What a year it’s been for Gallagher.
He said: “From the disappointment of going out to Dublin in a game that was there for the taking, to winning the championship with the club, to keep going until we repeated the Ulster Championship, to winning the All-Ireland was unreal.
He landed the final point in the final – and ‘Mr Glenswilly’ has no hesitation about his highlight of last month: “It meant the world to take the Cup back to Glenswilly – and it meant the world to the people of Glenswilly too.”
A FOURTH All-Star is in Bavin after Mark emulated his Dad, Martin (1983 and 1992) and uncle James (1992) in winning one of the prized accolades.
Dad’s two All-Stars are hanging on the mantle piece and I always looked at them growing up,” Mark said.
“I have one to put beside him now.
“It’s a proud day for the McHugh family. Dad was the first man to ring and James was the next.
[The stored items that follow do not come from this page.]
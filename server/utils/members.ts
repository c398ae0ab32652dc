import { and, asc, count, eq, gt, isNull, sql } from 'drizzle-orm'
import { INVITATION_DAYS } from '~~/utils/defaults'
import type { InviteInput } from '~~/utils/schemas/members'
import type { Role } from '~~/utils/vocabulary'
import { recordActivity } from './activity'
import { serverNow } from './clock'
import type { Database, Tx } from './database'
import { escapeHtml, publicUrl, sendMail } from './mail'
import { newLinkToken } from './tokens'

type InvitationRow = typeof tables.invitations.$inferSelect
export type InvitationStatus = 'open' | 'expired' | 'accepted' | 'revoked'

export function invitationStatus(row: Pick<InvitationRow, 'acceptedAt' | 'revokedAt' | 'expiresAt'>, now = serverNow()): InvitationStatus {
  if (row.acceptedAt) return 'accepted'
  if (row.revokedAt) return 'revoked'
  return row.expiresAt <= now ? 'expired' : 'open'
}

/** Lock the household row: membership changes of one household happen one at a time. */
async function lockHousehold(tx: Tx, householdId: string) {
  await tx.select({ id: tables.households.id }).from(tables.households).where(eq(tables.households.id, householdId)).for('update')
}

async function ownerCount(tx: Tx, householdId: string): Promise<number> {
  const [row] = await tx.select({ n: count() }).from(tables.memberships)
    .where(and(eq(tables.memberships.householdId, householdId), eq(tables.memberships.role, 'owner')))
  return Number(row?.n ?? 0)
}

export async function listMembers(db: Database, householdId: string) {
  return db.select({ userId: tables.users.id, name: tables.users.name, email: tables.users.email, role: tables.memberships.role, since: tables.memberships.createdAt })
    .from(tables.memberships)
    .innerJoin(tables.users, eq(tables.users.id, tables.memberships.userId))
    .where(eq(tables.memberships.householdId, householdId))
    .orderBy(asc(tables.users.name))
}

async function memberOf(tx: Tx, householdId: string, userId: string) {
  const [row] = await tx.select({ role: tables.memberships.role, name: tables.users.name })
    .from(tables.memberships).innerJoin(tables.users, eq(tables.users.id, tables.memberships.userId))
    .where(and(eq(tables.memberships.householdId, householdId), eq(tables.memberships.userId, userId)))
  if (!row) notFound('No such member in this household.')
  return row
}

const LAST_OWNER = 'A household needs at least one owner. Make another member an owner first.'

/** Change a member's role; the last owner cannot be demoted. */
export async function changeRole(db: Database, householdId: string, actorId: string, userId: string, role: Role) {
  await db.transaction(async (tx) => {
    await lockHousehold(tx, householdId)
    const member = await memberOf(tx, householdId, userId)
    if (member.role === role) return
    if (member.role === 'owner' && await ownerCount(tx, householdId) <= 1) conflict(LAST_OWNER, 'role')
    await tx.update(tables.memberships).set({ role, updatedAt: serverNow() })
      .where(and(eq(tables.memberships.householdId, householdId), eq(tables.memberships.userId, userId)))
    await recordActivity(tx, { householdId, userId: actorId, kind: 'member', summary: `Made ${member.name} ${role === 'owner' ? 'an owner' : `a ${role}`}`, detail: { userId, from: member.role, to: role } })
  })
  return listMembers(db, householdId)
}

/** Remove a member (an owner), or leave (anyone); the last owner can do neither. Their sessions here move on. */
export async function removeMember(db: Database, householdId: string, actorId: string, userId: string) {
  await db.transaction(async (tx) => {
    await lockHousehold(tx, householdId)
    const member = await memberOf(tx, householdId, userId)
    if (member.role === 'owner' && await ownerCount(tx, householdId) <= 1) {
      conflict(actorId === userId ? 'You are the last owner, so you cannot leave. Make another member an owner first.' : LAST_OWNER)
    }
    await tx.delete(tables.memberships).where(and(eq(tables.memberships.householdId, householdId), eq(tables.memberships.userId, userId)))
    await tx.update(tables.sessions).set({ activeHouseholdId: null })
      .where(and(eq(tables.sessions.userId, userId), eq(tables.sessions.activeHouseholdId, householdId)))
    await recordActivity(tx, { householdId, userId: actorId, kind: 'member', summary: actorId === userId ? 'Left the household' : `Removed ${member.name} from the household`, detail: { userId } })
  })
}

// ---------------------------------------------------------------------------
// Invitations

export async function listInvitations(db: Database, householdId: string) {
  const now = serverNow()
  const rows = await db.select({
    id: tables.invitations.id, email: tables.invitations.email, role: tables.invitations.role,
    sentAt: tables.invitations.sentAt, expiresAt: tables.invitations.expiresAt,
    acceptedAt: tables.invitations.acceptedAt, revokedAt: tables.invitations.revokedAt, invitedBy: tables.users.name,
  }).from(tables.invitations).leftJoin(tables.users, eq(tables.users.id, tables.invitations.invitedBy))
    .where(and(eq(tables.invitations.householdId, householdId), isNull(tables.invitations.acceptedAt), isNull(tables.invitations.revokedAt)))
    .orderBy(asc(tables.invitations.email))
  return rows.map(({ acceptedAt, revokedAt, ...row }) => ({ ...row, status: invitationStatus({ acceptedAt, revokedAt, expiresAt: row.expiresAt }, now) }))
}

async function sendInvitation(db: Database, invitation: { email: string, role: Role, householdId: string, expiresAt: Date }, token: string, inviterName: string) {
  const [household] = await db.select({ name: tables.households.name }).from(tables.households).where(eq(tables.households.id, invitation.householdId))
  const link = `${publicUrl()}/invite/${token}`
  const role = invitation.role === 'owner' ? 'an owner' : `a ${invitation.role}`
  const until = invitation.expiresAt.toUTCString()
  const what = {
    owner: 'plan, can, keep the shelf and manage the household',
    canner: 'plan batches, log loads and keep the shelf',
    helper: 'see the plans and the shelf, check off the shopping list, record seal checks and take jars off the shelf',
  }[invitation.role]
  const text = [
    `${inviterName} invites you to join the household "${household!.name}" on Shelfstead as ${role}: you will ${what}.`,
    '',
    `Accept here (the link works once, until ${until}):`,
    link,
    '',
    'If you did not expect this, ignore this e-mail; nothing happens unless you open the link.',
  ].join('\n')
  const html = `<p>${escapeHtml(inviterName)} invites you to join the household <strong>${escapeHtml(household!.name)}</strong> on Shelfstead as ${role}: you will ${what}.</p>`
    + `<p><a href="${escapeHtml(link)}">Accept the invitation</a> (the link works once, until ${escapeHtml(until)}).</p>`
    + '<p>If you did not expect this, ignore this e-mail; nothing happens unless you open the link.</p>'
  await sendMail({ to: [invitation.email], subject: `Join ${household!.name} on Shelfstead`, text, html }).catch((error) => {
    if ((error as { statusCode?: number }).statusCode) throw error
    upstreamFailed(`The mail server did not take the invitation: ${(error as Error).message}`)
  })
}

/** Invite a person by address. A member or an open invitation for the address is refused; the mail must go out, or nothing is kept. */
export async function invite(db: Database, householdId: string, inviter: { id: string, name: string }, body: InviteInput) {
  const { token, hash } = newLinkToken()
  const now = serverNow()
  const expiresAt = new Date(now.getTime() + INVITATION_DAYS * 86_400_000)
  const created = await db.transaction(async (tx) => {
    await lockHousehold(tx, householdId)
    const [member] = await tx.select({ id: tables.users.id }).from(tables.memberships)
      .innerJoin(tables.users, eq(tables.users.id, tables.memberships.userId))
      .where(and(eq(tables.memberships.householdId, householdId), sql`lower(${tables.users.email}) = ${body.email}`))
    if (member) conflict('That person is already a member of this household.', 'email')
    const [open] = await tx.select({ id: tables.invitations.id }).from(tables.invitations)
      .where(and(eq(tables.invitations.householdId, householdId), sql`lower(${tables.invitations.email}) = ${body.email}`,
        isNull(tables.invitations.acceptedAt), isNull(tables.invitations.revokedAt), gt(tables.invitations.expiresAt, now)))
    if (open) conflict('That address already has an invitation waiting. Resend it from the list instead.', 'email')
    const [row] = await tx.insert(tables.invitations).values({ householdId, email: body.email, role: body.role, tokenHash: hash, invitedBy: inviter.id, createdAt: now, sentAt: now, expiresAt }).returning()
    await recordActivity(tx, { householdId, userId: inviter.id, kind: 'invitation', summary: `Invited ${body.email} as ${body.role}`, detail: { invitationId: row!.id } })
    return row!
  })
  try {
    await sendInvitation(db, created, token, inviter.name)
  }
  catch (error) {
    await db.delete(tables.invitations).where(eq(tables.invitations.id, created.id))
    throw error
  }
  return listInvitations(db, householdId)
}

async function openInvitation(db: Database, householdId: string, invitationId: string) {
  const [row] = await db.select().from(tables.invitations)
    .where(and(eq(tables.invitations.id, invitationId), eq(tables.invitations.householdId, householdId)))
  if (!row) notFound('No such invitation in this household.')
  const status = invitationStatus(row)
  if (status === 'accepted' || status === 'revoked') conflict(`That invitation was already ${status}.`)
  return row
}

/** Send the invitation again with a new link and a fresh 7 days; the old link stops working. */
export async function resendInvitation(db: Database, householdId: string, actor: { id: string, name: string }, invitationId: string) {
  const row = await openInvitation(db, householdId, invitationId)
  const { token, hash } = newLinkToken()
  const now = serverNow()
  const expiresAt = new Date(now.getTime() + INVITATION_DAYS * 86_400_000)
  await sendInvitation(db, { ...row, expiresAt }, token, actor.name)
  await db.transaction(async (tx) => {
    await tx.update(tables.invitations).set({ tokenHash: hash, sentAt: now, expiresAt }).where(eq(tables.invitations.id, row.id))
    await recordActivity(tx, { householdId, userId: actor.id, kind: 'invitation', summary: `Resent the invitation to ${row.email}`, detail: { invitationId } })
  })
  return listInvitations(db, householdId)
}

export async function revokeInvitation(db: Database, householdId: string, actorId: string, invitationId: string) {
  const row = await openInvitation(db, householdId, invitationId)
  await db.transaction(async (tx) => {
    await tx.update(tables.invitations).set({ revokedAt: serverNow() }).where(eq(tables.invitations.id, row.id))
    await recordActivity(tx, { householdId, userId: actorId, kind: 'invitation', summary: `Withdrew the invitation to ${row.email}`, detail: { invitationId } })
  })
  return listInvitations(db, householdId)
}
“It’s a great honour. To be selected as one of the fifteen is something I’m very proud of.
“It tops off a great year for Donegal football.”
The Sunday Game had him selected in defence in their Team of the Year – and his role is sometimes hard for traditionalists of the 3-3-2-3-3 formation lines to quantify.
The Kilcar ace said: “I have a job to do for the team and I always try to do it as well as I can. Thankfully I did it a bit better this year.
“I’m delighted to get an All-Star.”
CAPTAIN fantastic Murphy has followed his Young Player of the Year award from 2009 with the capturing of a first All-Star.
Now, he’s joined his hero of twenty years ago in leading a group of men into Paradise and taking his own place among the greats, too.
He said: “Growing up as a footballer, Anthony Molloy was always a man I wanted to emulate.
“It’s brilliant to have done it.”
Murphy’s voice still quivers when he speaks of what has been achieved, but one thing is clear from the Glenswilly man. A sense of real pride his county radiates off him: “Over the last number of years it was thrown at us that we hadn’t represented the jersey as we should have.
“It was maybe truthful in certain aspects, but now we really do our best every day. Jim always says to us that we’re representing Donegal and it’s the people of Donegal we’re doing it for.”
WHEN Donegal needed a marksman this year it was Colm Anthony McFadden who came to the fore.
Was the top scorer in the Championship with 4-32 – and had an imperious record from frees, with some sumptuous long-distance points converted.
“The pinnacle of any footballer’s career is winning an All-Ireland,” said the St Michael’s man.
“We weren’t happy just to walk behind the band or play in the final – we were so determined to take Sam Maguire back to Donegal.
“There were great scenes throughout the county and they’ll live long in the memory.
“It’s only now you get time to reflect, maybe driving home from work or times like that.”
Just what this team has done and just where they’ve gone is not lost on the St Eunan’s College schoolteacher: “A lot of quality footballers who have pulled on the Donegal jersey never had that privilege – so we have to realise how big an honour it is.”